In this soliloquy, as Hamlet travels to England, he is met with something of a reflection of himself. Here is a young man who is fighting for a worthless piece of land in Poland. Still he is dedicated to achieve his goal, regardless of the cost. Hamlet compares himself to Fortinbras and is angry at his own lack of direction.

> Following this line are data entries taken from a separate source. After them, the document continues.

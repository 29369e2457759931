/**
 * Writes the demo docket to public/demo; with --check, compares what is there instead and fails where it differs.
 *
 *     node test/demo/write-demo-docket.mjs [--check]
 */
import { mkdirSync, readFileSync, writeFileSync } from 'node:fs';
import { fileURLToPath } from 'node:url';
import { buildDemoDocket } from './build-demo-docket.mjs';

const folder = new URL('../../public/demo/', import.meta.url);
const { files } = buildDemoDocket();
const total = [...files.values()].reduce((sum, bytes) => sum + bytes.length, 0);

/** @param {string} name @param {Uint8Array} bytes */
function isSame(name, bytes) {
  try {
    return readFileSync(new URL(name, folder)).equals(bytes);
  } catch {
    return false;
  }
}

if (process.argv.includes('--check')) {
  const different = [...files].filter(([name, bytes]) => !isSame(name, bytes)).map(([name]) => name);
  if (different.length > 0) console.error(`Missing or different in public/demo: ${different.join(', ')}.`);
  else console.log(`All ${files.size} files are as the program makes them.`);
  process.exitCode = different.length > 0 ? 1 : 0;
} else {
  mkdirSync(folder, { recursive: true });
  for (const [name, bytes] of files) writeFileSync(new URL(name, folder), bytes);
  console.log(`Wrote ${files.size} files, ${total} bytes, to ${fileURLToPath(folder)}.`);
}
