/** What each invented target does to its light: signals, and the truths written about them. */
import { createLehmer } from './lehmer.mjs';
import {
  contactDuration,
  createEclipses,
  createTransit,
  scaledAxis,
  secondaryDelay,
  smearOverExposure,
} from './transit-shape.mjs';

/** Quadratic limb darkening of every star here. @type {readonly [number, number]} */
export const LIMB = [0.4, 0.25];
/** Mean density of the Sun, g cm^-3: 3 GM / (4 pi G R^3) from IAU 2015 Resolution B3 and CODATA 2018 G. */
export const SOLAR_DENSITY_CGS = 1.4098;
const MINUTES_PER_DAY = 1440;

/** Mid-times of the dips that three targets share, and their shape. */
export const SHARED_DIPS = { times: [17.36, 31.05, 44.74, 58.43], durationDays: 0.3, depth: 0.00041 };
export const SENSITIVITY_DROP = { depth: 0.0042, recoveryDays: 0.32 };

/** @typedef {import('./demo-targets.mjs').DemoTarget} DemoTarget */
/** @typedef {(timeDays: number) => number} FluxAt */
/**
 * @typedef {object} Signal
 * @property {string} what
 * @property {FluxAt} flux of this signal alone, before smearing; 1 where it takes nothing away
 * @property {number | undefined} periodDays
 * @property {number} epochDays
 * @property {number} durationDays
 * @property {readonly number[]} [times] of events that are not strictly periodic
 * @property {Record<string, number>} [more]
 */

/**
 * @param {DemoTarget} target
 * @returns {Signal[]} one for each kind of dip: an eclipsing pair has two, which share one flux function
 */
export function signalsOf(target) {
  const single = target.kind === 'single event';
  return [
    ...(target.planets ?? []).map((planet) => planetSignal(target, planet, single)),
    ...(target.pair === undefined ? [] : pairSignals(target.pair)),
    ...(target.contact === undefined ? [] : contactSignals(target.contact)),
    ...(target.sharedDips ? [sharedDipSignal()] : []),
    ...(target.sensitivityDrops === undefined ? [] : [dropSignal(target.sensitivityDrops)]),
  ];
}

/** @param {{ mass: number, radius: number }} star */
export const densityOf = ({ mass, radius }) => (SOLAR_DENSITY_CGS * mass) / (radius * radius * radius);

/** @param {DemoTarget} target @param {import('./demo-targets.mjs').Planet} planet @param {boolean} single @returns {Signal} */
function planetSignal(target, planet, single) {
  const { periodDays, epochDays, radiusRatio, impact, ttv } = planet;
  const axis = scaledAxis(densityOf(target.star), periodDays);
  const orbit = { periodDays, epochDays, axis, impact };
  const strict = createTransit(orbit, radiusRatio, LIMB);
  const delay = ttv === undefined ? undefined : timingDelay(planet, ttv);
  return {
    what: single ? 'one transit' : 'transit',
    flux: delay === undefined ? strict : (t) => strict(t - delay(t)),
    periodDays: single ? undefined : periodDays,
    epochDays,
    durationDays: contactDuration(orbit, radiusRatio, epochDays),
    ...(delay === undefined ? {} : { times: eventTimes(planet).map((t) => t + delay(t)) }),
    more: { radiusRatio, impact, scaledAxis: axis, ...(single ? { truePeriodDays: periodDays } : {}) },
  };
}

/**
 * The delay of the event nearest in time: constant through each event, so that its shape is kept.
 * @param {{ periodDays: number, epochDays: number }} ephemeris
 * @param {{ minutes: number, periodDays: number, phase: number }} ttv
 * @returns {FluxAt}
 */
function timingDelay({ periodDays, epochDays }, ttv) {
  return (t) => {
    const event = epochDays + periodDays * Math.round((t - epochDays) / periodDays);
    return (ttv.minutes / MINUTES_PER_DAY) * Math.sin((2 * Math.PI * event) / ttv.periodDays + ttv.phase);
  };
}

/** Linear mid-times within the span of the survey. @param {{ periodDays: number, epochDays: number }} ephemeris */
function eventTimes({ periodDays, epochDays }) {
  const times = [];
  for (let t = epochDays; t < 67; t += periodDays) times.push(t);
  return times;
}

/** @param {import('./demo-targets.mjs').Pair} pair @returns {Signal[]} */
function pairSignals(pair) {
  const { periodDays, epochDays, impact, eccentricity = 0, omegaDegrees = 90 } = pair;
  const axis = scaledAxis(densityOf(pair.star) * (1 + pair.massRatio), periodDays);
  const orbit = { periodDays, epochDays, axis, impact, eccentricity, omegaDegrees };
  const both = createEclipses(orbit, pair, LIMB);
  const share = pair.lightFraction ?? 1;
  const secondaryDays = epochDays + secondaryDelay(orbit);
  const shared = { periodDays, flux: (/** @type {number} */ t) => 1 - share * (1 - both(t)) };
  const more = { radiusRatio: pair.radiusRatio, surfaceRatio: pair.surfaceRatio, impact, scaledAxis: axis };
  const phase = { secondaryPhase: secondaryDelay(orbit) / periodDays, eccentricity, omegaDegrees };
  const duration = (/** @type {number} */ t) => contactDuration(orbit, pair.radiusRatio, t);
  return [
    { ...shared, what: 'primary eclipse', epochDays, durationDays: duration(epochDays), more: { ...more, ...phase } },
    { ...shared, what: 'secondary eclipse', epochDays: secondaryDays, durationDays: duration(secondaryDays) },
  ];
}

/**
 * A contact binary as three harmonics of its orbit: two broad minima, the first the deeper, 1 at the higher maximum.
 * @param {{ periodDays: number, epochDays: number }} contact @returns {Signal[]}
 */
function contactSignals({ periodDays, epochDays }) {
  /** @type {FluxAt} */
  const shape = (t) => {
    const angle = (2 * Math.PI * (t - epochDays)) / periodDays;
    return 1 - 0.082 * (1 + Math.cos(2 * angle)) - 0.02 * (Math.cos(4 * angle) - 1) - 0.007 * Math.cos(angle);
  };
  const top = highest(shape, epochDays, periodDays);
  const shared = { periodDays, flux: (/** @type {number} */ t) => shape(t) / top, durationDays: periodDays / 4 };
  return [
    { ...shared, what: 'primary minimum', epochDays },
    { ...shared, what: 'secondary minimum', epochDays: epochDays + periodDays / 2 },
  ];
}

/** @param {FluxAt} flux @param {number} start @param {number} length */
function highest(flux, start, length) {
  let top = -Infinity;
  for (let i = 0; i < 1000; i += 1) top = Math.max(top, flux(start + (length * i) / 1000));
  return top;
}

/** @returns {Signal} */
function sharedDipSignal() {
  const { times, durationDays, depth } = SHARED_DIPS;
  /** Falls within a sixth of its length and comes back slowly, as no orbit would have it. @type {FluxAt} */
  const flux = (t) => {
    const nearest = times.find((time) => Math.abs(t - time) < durationDays / 2);
    if (nearest === undefined) return 1;
    const x = (t - nearest) / durationDays + 0.5;
    return 1 - depth * Math.min(1, 6 * x, 2.2 * (1 - x));
  };
  return { what: 'dips of the instrument', flux, periodDays: 13.69, epochDays: 17.36, durationDays, times };
}

/** @param {readonly number[]} times @returns {Signal} */
function dropSignal(times) {
  const { depth, recoveryDays } = SENSITIVITY_DROP;
  /** @type {FluxAt} */
  const flux = (t) => {
    const last = times.findLast((time) => time <= t);
    return last === undefined ? 1 : 1 - depth * Math.exp((last - t) / recoveryDays);
  };
  const middle = times.map((time) => time + recoveryDays / 2);
  return {
    what: 'losses of sensitivity',
    flux,
    periodDays: undefined,
    epochDays: Number(middle[0]),
    durationDays: recoveryDays,
    times: middle,
  };
}

/**
 * All the dips of a target together, as the detector would record them without noise.
 * @param {DemoTarget} target @returns {FluxAt}
 */
export function createDips(target) {
  const fluxes = [...new Set(signalsOf(target).map(({ flux }) => flux))];
  /** @type {FluxAt} */
  const together = (t) => fluxes.reduce((product, flux) => product * flux(t), 1);
  return smearOverExposure(together, exposureDaysOf(target));
}

/** @param {DemoTarget} target */
export const exposureDaysOf = ({ cadenceMinutes }) => cadenceMinutes / MINUTES_PER_DAY;

/**
 * What the star does by itself: spots, pulsation and flares, smeared over the exposure.
 * @param {DemoTarget} target @returns {FluxAt} relative flux about 1
 */
export function createVariability(target) {
  const parts = [createSpots(target), createPulsation(target.modes ?? []), createFlares(target.flares ?? [])];
  return smearOverExposure((t) => parts.reduce((sum, part) => sum + part(t), 1), exposureDaysOf(target));
}

/**
 * Spots: each turns at its own latitude's rate and comes and goes; a harmonic makes it other than a sine.
 * @param {DemoTarget} target @returns {FluxAt}
 */
function createSpots({ id, spots }) {
  const random = createLehmer(`sable ridge ${id} spots`);
  const each = Array.from({ length: spots.count }, () => ({
    period: spots.rotationDays * (1 + 0.05 * random.between(-1, 1)),
    phase: random.between(0, 2 * Math.PI),
    harmonicPhase: random.between(0, 2 * Math.PI),
    life: random.between(28, 60),
    lifePhase: random.between(0, 2 * Math.PI),
    amplitude: (spots.amplitudePpm * 1e-6 * random.between(0.6, 1.2)) / Math.sqrt(spots.count),
  }));
  return (t) =>
    each.reduce((sum, { period, phase, harmonicPhase, life, lifePhase, amplitude }) => {
      const turn = (2 * Math.PI * t) / period;
      const strength = 0.65 + 0.35 * Math.sin((2 * Math.PI * t) / life + lifePhase);
      return sum - amplitude * strength * (Math.cos(turn + phase) + 0.35 * Math.cos(2 * turn + harmonicPhase));
    }, 0);
}

/** @param {readonly import('./demo-targets.mjs').Mode[]} modes @returns {FluxAt} */
function createPulsation(modes) {
  return (t) =>
    modes.reduce(
      (sum, { periodDays, amplitudePpm }, i) =>
        sum + 1e-6 * amplitudePpm * Math.sin((2 * Math.PI * t) / periodDays + 1.7 * i),
      0,
    );
}

/** Fast linear rise, two-part exponential decay. @param {readonly import('./demo-targets.mjs').Flare[]} flares @returns {FluxAt} */
function createFlares(flares) {
  const riseDays = 4 / MINUTES_PER_DAY;
  return (t) =>
    flares.reduce((sum, { days, amplitude, decayMinutes }) => {
      const since = t - days;
      if (since < -riseDays || since > 1) return sum;
      if (since < 0) return sum + amplitude * (1 + since / riseDays);
      const x = (since * MINUTES_PER_DAY) / decayMinutes;
      return sum + amplitude * (0.7 * Math.exp(-2.2 * x) + 0.3 * Math.exp(-0.6 * x));
    }, 0);
}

In Act Four, scene four, Hamlet's speech furthers the plot in strengthening Hamlet's resolve to avenge his father's death by comparing himself to Fortinbras. First Hamlet wonders what it is that has removed from him the drive to act on his father's murder: is it forgetfulness? Thinking about something too much? He notes that in over-analyzing the problem, he expects there is only a quarter of wisdom, but in truth, the other three quarters are made of cowardice on his part. He has taken enough time to "think things over."

Now, whether it be

Bestial oblivion, or some craven scruple

Of thinking too precisely on the event—

A thought which, quarter'd, hath but one part wisdom

And ever three parts coward—I do not know

Why yet I live to say 'This thing's to do,'

Sith I have cause, and will, and strength, and means

To do't. (IV.iv.41-48)

And he looks to Fortinbras for his proof.

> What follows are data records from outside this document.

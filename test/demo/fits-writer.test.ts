import { describe, expect, it } from 'vitest';
import { formatCard, writeFits } from './fits-writer.mjs';

const ascii = (bytes: Uint8Array) => new TextDecoder('ascii').decode(bytes);

describe('a FITS card', () => {
  // FITS 4.0 (2018), section 4.2: strings quoted from column 11, logicals in column 30, numbers right-justified to 30.
  it('has 80 characters in fixed format', () => {
    expect(formatCard({ key: 'SIMPLE', value: true, comment: 'yes' })).toBe(
      `SIMPLE  =                    T / yes${' '.repeat(44)}`,
    );
    expect(formatCard({ key: 'NAXIS1', value: 36 })).toBe(`NAXIS1  =                   36${' '.repeat(50)}`);
    expect(formatCard({ key: 'OBJECT', value: "O'K" })).toBe(`OBJECT  = 'O''K    '${' '.repeat(60)}`);
    expect(formatCard({ key: 'JDREFF', value: 0, real: true })).toHaveLength(80);
  });

  it('writes reals with a decimal point and reads back to the same double', () => {
    for (const value of [0.1, 1e-7, 1.5e22, 1 / 3, -2]) {
      const text = formatCard({ key: 'X', value, real: true }).slice(10, 40).trim();
      expect(text).toContain('.');
      expect(Number(text)).toBe(value);
    }
  });

  it('refuses what does not fit', () => {
    expect(() => formatCard({ key: 'TOOLONGKEY', value: 1 })).toThrow('not a FITS keyword');
    expect(() => formatCard({ key: 'OBJECT', value: 'x'.repeat(80) })).toThrow('80 characters');
    expect(() => formatCard({ key: 'OBJECT', value: 'é' })).toThrow('ASCII');
    expect(() => formatCard({ key: 'X', value: Number.NaN })).toThrow('not finite');
  });
});

describe('a binary table', () => {
  const bytes = writeFits({
    tables: [
      {
        name: 'T',
        columns: [
          { name: 'D', format: 'D', values: [1.5, Number.NaN] },
          { name: 'E', format: 'E', values: [0.25, -3] },
          { name: 'J', format: 'J', values: [7, Number.NaN], nullValue: -1 },
          { name: 'I', format: 'I', values: [10.02, 9.98], scale: 0.01, zero: 10 },
        ],
      },
    ],
  });
  const data = new DataView(bytes.buffer, 2 * 2880);

  it('is big-endian, row by row, in whole blocks', () => {
    expect(bytes.length).toBe(3 * 2880);
    expect(data.getFloat64(0)).toBe(1.5);
    expect(data.getFloat32(8)).toBe(0.25);
    expect(data.getInt32(12)).toBe(7);
    expect(data.getFloat64(18)).toBeNaN();
    expect(data.getFloat32(26)).toBe(-3);
  });

  it('stores scaled numbers and the null value', () => {
    // physical = TZERO + TSCAL * stored (FITS 4.0, section 7.3.2)
    expect(data.getInt16(16)).toBe(2);
    expect(data.getInt16(34)).toBe(-2);
    expect(data.getInt32(30)).toBe(-1);
    expect(ascii(bytes.subarray(2880, 5760))).toContain('TNULL3  =                   -1');
  });

  it('refuses columns of different length, and integers that do not fit', () => {
    const column = (values: number[]) => ({ name: 'I', format: 'I' as const, values });
    const table = (...columns: ReturnType<typeof column>[]) => writeFits({ tables: [{ name: 'T', columns }] });
    expect(() => table(column([1]), column([1, 2]))).toThrow('differ in length');
    expect(() => table(column([1, 40000]))).toThrow('row 2: 40000 does not fit format I');
    expect(() => table(column([Number.NaN]))).toThrow('needs a nullValue');
  });
});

Witness this army, of such mass and charge,

Led by a delicate and tender prince,

Whose spirit with divine ambition puff'd,

Makes mouths at the invisible event,

Exposing what is mortal and unsure

To all that fortune, death, and danger dare,

Even for an eggshell. (49-55)

Fortinbras and his army risk all. They face uncertainty and possible death for a piece of land worth about as much as an eggshell. Without as much reason as Hamlet—simply the belief that he must act—Hamlet notes that Fortinbras does all of this for the sake of honor:

When honour's at the stake. (58)

Hamlet then looks at his own situation. His father has been murdered; his mother ("a mother stained") has married the murderer and sleeps in an "incestuous" bed with the man. How, he wonders, it is possible that he, with more reason than Fortinbras, stands and does nothing. The prince is ready to sacrifice himself and twenty-thousand soldiers for next to nothing, for honor's sake. Hamlet recognizes that they make no big production of it: they are resolved to act, and casually...

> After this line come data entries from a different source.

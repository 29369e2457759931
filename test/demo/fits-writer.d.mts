export interface Card {
  readonly key: string;
  readonly value: string | number | boolean | undefined;
  readonly comment?: string;
  readonly real?: boolean;
}

export interface Column {
  readonly name: string;
  readonly format: 'D' | 'E' | 'J' | 'I';
  readonly values: ArrayLike<number>;
  readonly unit?: string;
  readonly comment?: string;
  readonly scale?: number;
  readonly zero?: number;
  readonly nullValue?: number;
}

export interface Table {
  readonly name: string;
  readonly columns: readonly Column[];
  readonly cards?: readonly Card[];
}

export function writeFits(file: { primary?: readonly Card[]; tables: readonly Table[] }): Uint8Array;
export function formatCard(card: Card): string;
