/** The invented instrument: when it looked, what it added, and the columns that came out. */
import { createDips, createVariability, exposureDaysOf, SHARED_DIPS } from './demo-signals.mjs';
import { createLehmer } from './lehmer.mjs';

/** Spans of observation, BJD_TDB - 2459000: two segments, each with a pause of 1.5 days. */
export const WINDOWS = [
  [12.3, 22.7],
  [24.2, 34.6],
  [44.0, 54.6],
  [56.1, 67.0],
];
/** Meaning of the quality bits. */
export const FLAGS = { particle: 1, wheels: 2, strayLight: 4, missing: 8 };
/** Moments at which the reaction wheels were slowed; the star shifts for about an hour. */
const WHEEL_TIMES = [14.9, 19.15, 27.65, 31.9, 46.2, 50.45, 57.25, 61.5, 65.75];
const WHEEL_DAYS = 0.045;

/**
 * @typedef {object} DemoSeries
 * @property {Float64Array} time middle of exposure, BJD_TDB - 2459000, days
 * @property {Float64Array} dips noise-free, relative
 * @property {Float64Array} variability noise-free, relative
 * @property {Float64Array} raw electron/s; NaN where missing
 * @property {Float64Array} corrected electron/s; NaN where missing
 * @property {Float64Array} error electron/s
 * @property {Float64Array} quality
 * @property {Float64Array} centroidX pixels
 * @property {Float64Array} centroidY pixels
 * @property {Float64Array} background electron/s
 * @property {number} level electron/s of the star
 */

/** @typedef {import('./demo-targets.mjs').DemoTarget} DemoTarget */

/** @param {DemoTarget} target @returns {DemoSeries} */
export function makeSeries(target) {
  const time = timesOf(target);
  const level = Math.round(60000 * Math.exp((Math.LN10 / 2.5) * (11 - target.star.mag)));
  const dips = time.map(createDips(target));
  const variability = time.map(createVariability(target));
  const quality = flagTimes(target, time);
  const noise = makeNoise(target, time, quality);
  const drift = createDrift(target);
  const missing = (/** @type {number} */ i) => (Number(quality[i]) & FLAGS.missing ? Number.NaN : 1);
  /** @param {number} share of the drift that is left @param {number} wheelShare */
  const flux = (share, wheelShare) =>
    time.map((t, i) => {
      const wheels = Number(quality[i]) & FLAGS.wheels ? -0.0011 * wheelShare : 0;
      const star = level * Number(dips[i]) * Number(variability[i]);
      return missing(i) * star * (1 + share * drift(t) + wheels) * (1 + Number(noise[i]));
    });
  return {
    time,
    dips,
    variability,
    level,
    quality,
    raw: flux(1, 1),
    corrected: flux(0.05, 0.4),
    error: time.map((_, i) => missing(i) * level * target.noisePpm * 1e-6),
    ...makeCovariates(target, time, quality, dips),
  };
}

/** @param {DemoTarget} target */
function timesOf(target) {
  const exposure = exposureDaysOf(target);
  // Light reaches the barycentre earlier or later by up to a minute across the invented field.
  const lightTime = createLehmer(`sable ridge ${target.id} light time`).between(-6e-4, 6e-4);
  const times = WINDOWS.flatMap(([start, end]) => {
    const count = Math.floor((Number(end) - Number(start)) / exposure + 1e-6);
    return Array.from({ length: count }, (_, i) => Number(start) + (i + 0.5) * exposure + lightTime);
  });
  return Float64Array.from(times);
}

/** @param {DemoTarget} target @param {Float64Array} time */
function flagTimes(target, time) {
  const random = createLehmer(`sable ridge ${target.id} flags`);
  const lost = random.between(0.15, 0.85);
  const lostStart = 59.2 + lost;
  return time.map((t) => {
    let flags = 0;
    if (random.uniform() < 0.004) flags |= FLAGS.missing;
    if (t > lostStart && t < lostStart + 0.12) flags |= FLAGS.missing;
    if (WHEEL_TIMES.some((wheel) => Math.abs(t - wheel) < WHEEL_DAYS / 2)) flags |= FLAGS.wheels;
    if (strayLight(t) > 0.5) flags |= FLAGS.strayLight;
    if (random.uniform() < 0.0022) flags |= FLAGS.particle;
    return flags;
  });
}

/** Rises to 1 at the end of each window. @param {number} t */
function strayLight(t) {
  const window = WINDOWS.find(([start, end]) => t >= Number(start) - 0.01 && t <= Number(end) + 0.01);
  return window === undefined ? 0 : Math.exp((t - Number(window[1])) / 0.22);
}

/**
 * White noise, and particle hits on the high side, of which a third was not flagged.
 * @param {DemoTarget} target @param {Float64Array} time @param {Float64Array} quality
 */
function makeNoise({ id, noisePpm }, time, quality) {
  const random = createLehmer(`sable ridge ${id} noise`);
  const sigma = noisePpm * 1e-6;
  return time.map((_, i) => {
    const white = sigma * random.normal();
    if (!(Number(quality[i]) & FLAGS.particle)) return white;
    if (random.uniform() < 1 / 3) quality[i] = Number(quality[i]) & ~FLAGS.particle;
    return white + sigma * random.between(6, 28);
  });
}

/**
 * Slow change of sensitivity: per window a level, a parabola, a settling and a slow wave.
 * @param {DemoTarget} target
 */
function createDrift({ id }) {
  const random = createLehmer(`sable ridge ${id} drift`);
  const each = WINDOWS.map(() => ({
    level: random.between(-0.0012, 0.0012),
    slope: random.between(-0.0018, 0.0018),
    curve: random.between(-0.0014, 0.0014),
    settling: random.between(-0.0016, 0.0016),
    wave: random.between(0.0001, 0.0004),
    wavePhase: random.between(0, 2 * Math.PI),
  }));
  return (/** @type {number} */ t) => {
    const index = Math.max(
      0,
      WINDOWS.findLastIndex(([start]) => t >= Number(start) - 0.01),
    );
    const [start, end] = /** @type {[number, number]} */ (WINDOWS[index]);
    const { level, slope, curve, settling, wave, wavePhase } = /** @type {(typeof each)[number]} */ (each[index]);
    const x = (2 * (t - start)) / (end - start) - 1;
    const slow = wave * Math.sin((2 * Math.PI * t) / 4.3 + wavePhase);
    return level + slope * x + curve * x * x + settling * Math.exp((start - t) / 0.45) + slow;
  };
}

/**
 * Where the light fell, and the sky. A blended pair pulls the centroid towards the target when it dims.
 * @param {DemoTarget} target @param {Float64Array} time @param {Float64Array} quality @param {Float64Array} dips
 */
function makeCovariates(target, time, quality, dips) {
  const random = createLehmer(`sable ridge ${target.id} pixels`);
  const home = [random.between(180, 1860), random.between(180, 1860)];
  const sky = random.between(40, 90);
  /** @param {0 | 1} axis */
  const centroid = (axis) => {
    const phase = random.between(0, 2 * Math.PI);
    const offset = target.pair?.offsetPixels?.[axis] ?? 0;
    const share = target.pair?.lightFraction ?? 0;
    return time.map((t, i) => {
      const flags = Number(quality[i]);
      if (flags & FLAGS.missing) return Number.NaN;
      const pointing = 0.006 * Math.sin((2 * Math.PI * t) / 13.1 + phase) + 0.0009 * random.normal();
      const neighbour = (offset * (share - (1 - Number(dips[i])))) / Number(dips[i]);
      return Number(home[axis]) + pointing + neighbour + (flags & FLAGS.wheels ? 0.02 : 0);
    });
  };
  const centroidX = centroid(0);
  const centroidY = centroid(1);
  const background = time.map((t) => {
    const near = SHARED_DIPS.times.some((dip) => Math.abs(t - dip) < SHARED_DIPS.durationDays / 2);
    const wave = 1 + 0.05 * Math.sin((2 * Math.PI * t) / 27.3) + 0.6 * strayLight(t);
    return sky * (wave + (target.sharedDips && near ? 0.12 : 0)) + 0.6 * random.normal();
  });
  return { centroidX, centroidY, background };
}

...Go to their graves like beds (64)

But Hamlet, whose honor is also at stake (and lies in danger of crumbling), calmly walks about without getting any closer to avenging Old Hamlet's murder.

Besides advancing the plot, we learn about both Hamlet and Fortinbras. Both men have something to fight for. However, where Fortinbras is focused, Hamlet lacks direction and motivation. Hamlet is a good son who wants to do right by his father. He is a ethical man who is unhappy with his mother's incestuous behavior with Claudius. He is willing to work until he has reached his goal: and he can be hard on himself.

In terms of suspense, the soliloquy presents once again the question of what Hamlet will do now. The suspense is not has acute as in other parts of the play, but with new-found determination, some suspense is present as the audience waits for Hamlet to now move forward and hold Claudius accountable.